Putin’s change only for show
The passage of amnesty legislation freeing some high-profile prisoners, and the even more dramatic release of the former Russian oil tycoon Mikhail Khordokovsky, are a marked change of tack for the authoritarian Russian president Vladimir Putin. Ever since his first election to the presidency in the 1990s, Putin’s reign has, as befits a former KGB man, been marked by iron-fisted repression rather than by any signs of clemency. Jailing or hounding into exile anyone who showed any hint of political opposition, cracking down on almost all effective critical media outlets and concentrating power in his office in the Kremlin, where he surrounded himself with likeminded former KGB cronies, he has taken Russia a considerable way back to the dark days of communist despotism that many thought had gone for good after the liberal reforms of the 1980s and 1990s.

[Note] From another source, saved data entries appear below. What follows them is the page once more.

package server

import (
	"unicode/utf8"

	"tripwell/forms"
	"tripwell/store"
)

// drawing is a circuit drawn as an electrician sketches it, from the panel down: the panel's box, the breaker, each device in
// order on the line, and what LOAD terminals feed on a line of its own. Everything is worked out here; the page only prints it.
type drawing struct {
	Width, Height int
	Aria          string
	Lines         []drawnLine
	Boxes         []drawnBox
	Dots          []drawnDot
	Texts         []drawnText
}

type drawnLine struct {
	X1, Y1, X2, Y2 int
	Load           bool // from LOAD terminals
}

type drawnBox struct {
	X, Y, W, H int
	Class      string // panel | protector | failed
}

type drawnDot struct {
	X, Y, R int
	Class   string // breaker | outlet
}

type drawnText struct {
	X, Y        int
	Text, Class string // name | under | critical | fail | terminal
	Anchor      string
	Href        string
}

// Sizes of a drawing, in its own units, which are about pixels.
const (
	drawnWidth = 480
	drawnRow   = 58
	drawnStep  = 40 // to the right, for each LOAD line
	drawnLeft  = 30
	drawnText0 = 54 // from a symbol to what is written beside it
)

// drawCircuit draws a circuit.
func (s *Server) drawCircuit(p *store.Protection, c store.Circuit) drawing {
	k := s.ink()
	d := &drawing{Width: drawnWidth, Aria: s.circuitAria(p, c)}
	breakers, runs := p.Runs(c.ID)
	d.Boxes = append(d.Boxes, drawnBox{2, 2, 150, 38, "panel"})
	d.text(77, 27, circuitName(c), "name", "middle", "")
	line := joined(s.breaker(c), s.conductor(c))
	y := 66
	d.Lines = append(d.Lines, drawnLine{X1: drawnLeft, Y1: 40, X2: drawnLeft, Y2: y})
	if len(breakers) == 0 {
		d.Dots = append(d.Dots, drawnDot{drawnLeft, y, 10, "breaker"})
		d.text(drawnLeft+drawnText0, y+5, joined(k.say("office.circuit.breaker"), line), "under", "start", "")
	}
	for i, id := range breakers {
		if one, ok := p.Device(id); ok {
			y += i * drawnRow
			d.protector(s, one, drawnLeft, y)
			if i == 0 {
				d.text(160, 27, line, "under", "start", "")
			}
		}
	}
	from := y + 10 // under the breaker's circle, or under the last box
	if len(breakers) > 0 {
		from = y + 16
	}
	d.runs(s, p, runs, drawnLeft, from, &y, false)
	d.Height = y + 40
	return *d
}

// runs draws devices one under the other on a line at x that begins at top.
func (d *drawing) runs(s *Server, p *store.Protection, runs []forms.Run, x, top int, y *int, load bool) {
	for _, run := range runs {
		one, ok := p.Device(run.ID)
		if !ok || one.Retired {
			continue
		}
		*y += drawnRow
		d.Lines = append(d.Lines, drawnLine{x, top, x, *y, load})
		top = *y
		if forms.Protects(one.Kind) {
			d.protector(s, one, x, *y)
		} else {
			d.Dots = append(d.Dots, drawnDot{x, *y, 9, "outlet"})
			d.device(s, one, x+drawnText0, *y)
		}
		if len(run.Load) == 0 {
			continue
		}
		// A line of its own from the LOAD terminals; the circuit goes on beside it.
		in := min(x+drawnStep, drawnWidth/2)
		d.Lines = append(d.Lines, drawnLine{x + 22, *y + 8, in, *y + 8, true}, drawnLine{in, *y + 8, in, *y + 20, true})
		d.runs(s, p, run.Load, in, *y+20, y, true)
	}
}

// protector draws a protecting device as a box with LINE above and LOAD below.
func (d *drawing) protector(s *Server, one store.OnMap, x, y int) {
	class := "protector"
	if one.Stands == forms.StandsFailed {
		class = "failed"
	}
	d.Boxes = append(d.Boxes, drawnBox{x - 22, y - 16, 44, 32, class})
	k := s.ink()
	d.text(x, y-3, k.say("office.circuit.line"), "terminal", "middle", "")
	d.text(x, y+12, k.say("office.circuit.load"), "terminal", "middle", "")
	d.device(s, one, x+drawnText0, y)
}

// device writes what stands beside a symbol: the spot, what it is, and in red what must not lose power or what is wrong.
func (d *drawing) device(s *Server, one store.OnMap, x, y int) {
	k := s.ink()
	room := (drawnWidth - x) / 8
	under := joined(k.named("kind", one.Kind), one.Place.Room)
	d.text(x, y-3, shortened(s.spot(one.DeviceRow), room), "name", "start", "/devices/"+one.ID)
	d.text(x, y+13, shortened(under, room+10), "under", "start", "")
	red := one.Place.CriticalLoad
	if word := s.standsBadly(one); word != "" {
		red = joined(word, red)
	}
	if red != "" {
		d.text(x, y+27, shortened(red, room+10), "critical", "start", "")
	}
}

func (d *drawing) text(x, y int, text, class, anchor, href string) {
	if text != "" {
		d.Texts = append(d.Texts, drawnText{x, y, text, class, anchor, href})
	}
}

// shortened cuts a text to a number of characters; the whole of it stands in the list beside the drawing.
func shortened(text string, n int) string {
	if utf8.RuneCountInString(text) <= n {
		return text
	}
	return string([]rune(text)[:max(1, n-1)]) + "…"
}

// standsBadly names what is wrong with a protector, "" where nothing is.
func (s *Server) standsBadly(d store.OnMap) string {
	if !forms.Protects(d.Kind) || d.Stands == forms.StandsWell || d.Stands == "" {
		return ""
	}
	return s.words.Say("office.protection.stands." + d.Stands)
}
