package server

import (
	"net/http"
	"sync"

	"github.com/labstack/echo/v4"
	"golang.org/x/time/rate"

	"tripwell/store"
)

// linkSpend signs in: the link is used up, the browser gets its session.
func (s *Server) linkSpend(c echo.Context) error {
	form, err := decodeForm(c)
	if err != nil {
		return err
	}
	session, err := s.store.SpendLink(c.Request().Context(), c.Param("token"), arrival(c))
	if err != nil {
		return s.wrongLink(c, err)
	}
	return s.beginSession(c, session, ownPath(form.Get("next")))
}

// codeTyped signs in by a short code. Wrong ones are counted before one is looked at, for each address and for all together:
// a code is too short to stand against whoever may try for ever.
func (s *Server) codeTyped(c echo.Context, typed, next string) error {
	if !s.wrong.any(c.RealIP()) || !s.wrong.any(everybody) {
		return refuse(codeBusy, "", "Too many wrong codes were typed. Wait a minute, or use a sign-in link.")
	}
	session, err := s.store.SpendCode(c.Request().Context(), typed, arrival(c))
	if isRefusal(err) {
		s.wrong.allow(c.RealIP())
		s.wrong.allow(everybody)
		return s.page(c, http.StatusBadRequest, "signin.html", s.askPage(c, next, s.words.Say("access.code_problem")))
	}
	if err != nil {
		return err
	}
	return s.beginSession(c, session, next)
}

// beginSession gives the browser its session and sends it where it wanted to go.
func (s *Server) beginSession(c echo.Context, session, next string) error {
	p, err := s.store.Session(session)
	if err != nil {
		return err
	}
	c.SetCookie(newSessionCookie(c.Request(), session))
	if next == "" {
		next = home(p.Role)
	}
	return toPage(c, next)
}

// arrival is what is kept of how this browser came in; the session it had ends with the new one.
func arrival(c echo.Context) store.Arrival {
	return store.Arrival{Agent: c.Request().UserAgent(), Address: c.RealIP(), Former: sessionCookie(c.Request())}
}

// sessionEnd signs out. What a phone still has to send stays on it.
func (s *Server) sessionEnd(c echo.Context) error {
	if token := sessionCookie(c.Request()); token != "" {
		if err := s.store.EndSession(token); err != nil && !isRefusal(err) {
			return err
		}
	}
	c.SetCookie(newSessionCookie(c.Request(), ""))
	return toPage(c, "/in")
}

// wrongLink answers a link that signs nobody in. Only wrong links are counted: a good one always works, so a whole crew
// behind one address cannot be locked out by whoever guesses from there.
func (s *Server) wrongLink(c echo.Context, err error) error {
	if !isRefusal(err) {
		return err
	}
	if !s.wrong.allow(c.RealIP()) {
		return refuse(codeBusy, "", "Too many wrong sign-in links came from here. Wait a minute, then open the link you were given.")
	}
	return refuse(codeNotFound, "", "This sign-in link has been used or is out of date. Ask a manager for a new one.")
}

// wrongLinks counts wrong sign-in links and codes per address: ten at once, then one every six seconds.
type wrongLinks struct {
	mu sync.Mutex
	by map[string]*rate.Limiter
}

const (
	wrongAtOnce    = 10
	wrongPerSec    = 1.0 / 6
	wrongAddresses = 4096

	wrongOfAllAtOnce = 200
	wrongOfAllPerSec = 1
)

func newWrongLinks() *wrongLinks { return &wrongLinks{by: map[string]*rate.Limiter{}} }

// everybody stands for all addresses together; theirs is a wider count, so that one of them locks nobody else out.
const everybody = "*"

func (w *wrongLinks) allow(address string) bool {
	w.mu.Lock()
	defer w.mu.Unlock()
	return w.of(address).Allow()
}

// any reports whether another wrong one would be let through; it counts nothing.
func (w *wrongLinks) any(address string) bool {
	w.mu.Lock()
	defer w.mu.Unlock()
	return w.of(address).Tokens() >= 1
}

func (w *wrongLinks) of(address string) *rate.Limiter {
	l, ok := w.by[address]
	if !ok {
		if len(w.by) >= wrongAddresses {
			all := w.by[everybody]
			clear(w.by) // forgetting is safe: a link has more than 128 random bits, and codes are counted over all addresses too
			if all != nil {
				w.by[everybody] = all
			}
		}
		l = rate.NewLimiter(wrongPerSec, wrongAtOnce)
		if address == everybody {
			l = rate.NewLimiter(wrongOfAllPerSec, wrongOfAllAtOnce)
		}
		w.by[address] = l
	}
	return l
}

Earlier this month, however, the Russian Parliament passed an amnesty bill allowing the release of several thousand minor offenders. Since then members of the Pussy Riot feminist group have been freed and Russian authorities have indicated that charges against several dozen people arrested during a Greenpeace oil-rig protest in the North Sea may be dropped. In a separate development, Putin pardoned Khordokovsky and allowed him to leave the country.
It would be a mistake, however, to believe that Putin has undergone any significant change of heart. As one of the Pussy Riot women rightly (and bravely) said on her release, it was no humanitarian impulse that had brought her freedom but rather Putin’s desire to get rid what was turning out to be a considerable thorn in his side in the run-up to the Winter Olympics in Sochi in February.
Until now, Putin has regarded Western and other critics of his despotic ways with contempt. But billions have been poured into making the Winter Olympics a sporting showpiece, designed to publicise the achievements of modern Russia. Constant pressure about political prisoners, along with talk of boycotts and protests, were threatening to become a distraction to that aim. Putin will have calculated that releasing Khordokovsky, who had been in jail for 10 years, and the Pussy Rioters would have seemed a small price to pay if it reduced that distraction.
Whether it will work is another matter. Khordokovsky has said he will do all he can to help those still in prison in circumstances similar to his. His assistance will be limited by the fact that he has left Russia and cannot return for fear of further legal harassment, but he has emerged with his moral authority greatly enhanced by the corruption of the process that put him behind bars. The Pussy Rioters, too, have come out of jail apparently uncrushed by the experience and determined to continue to make life uncomfortable for Putin.
But if it keeps the heat off the Kremlin until after the Winter Olympics it will have served its purpose. There has been no change to the basics of Russian system and particularly to a justice system that acts as an arm of the president’s office. Once the Games are over, Putin can be expected to return to repressive government as usual.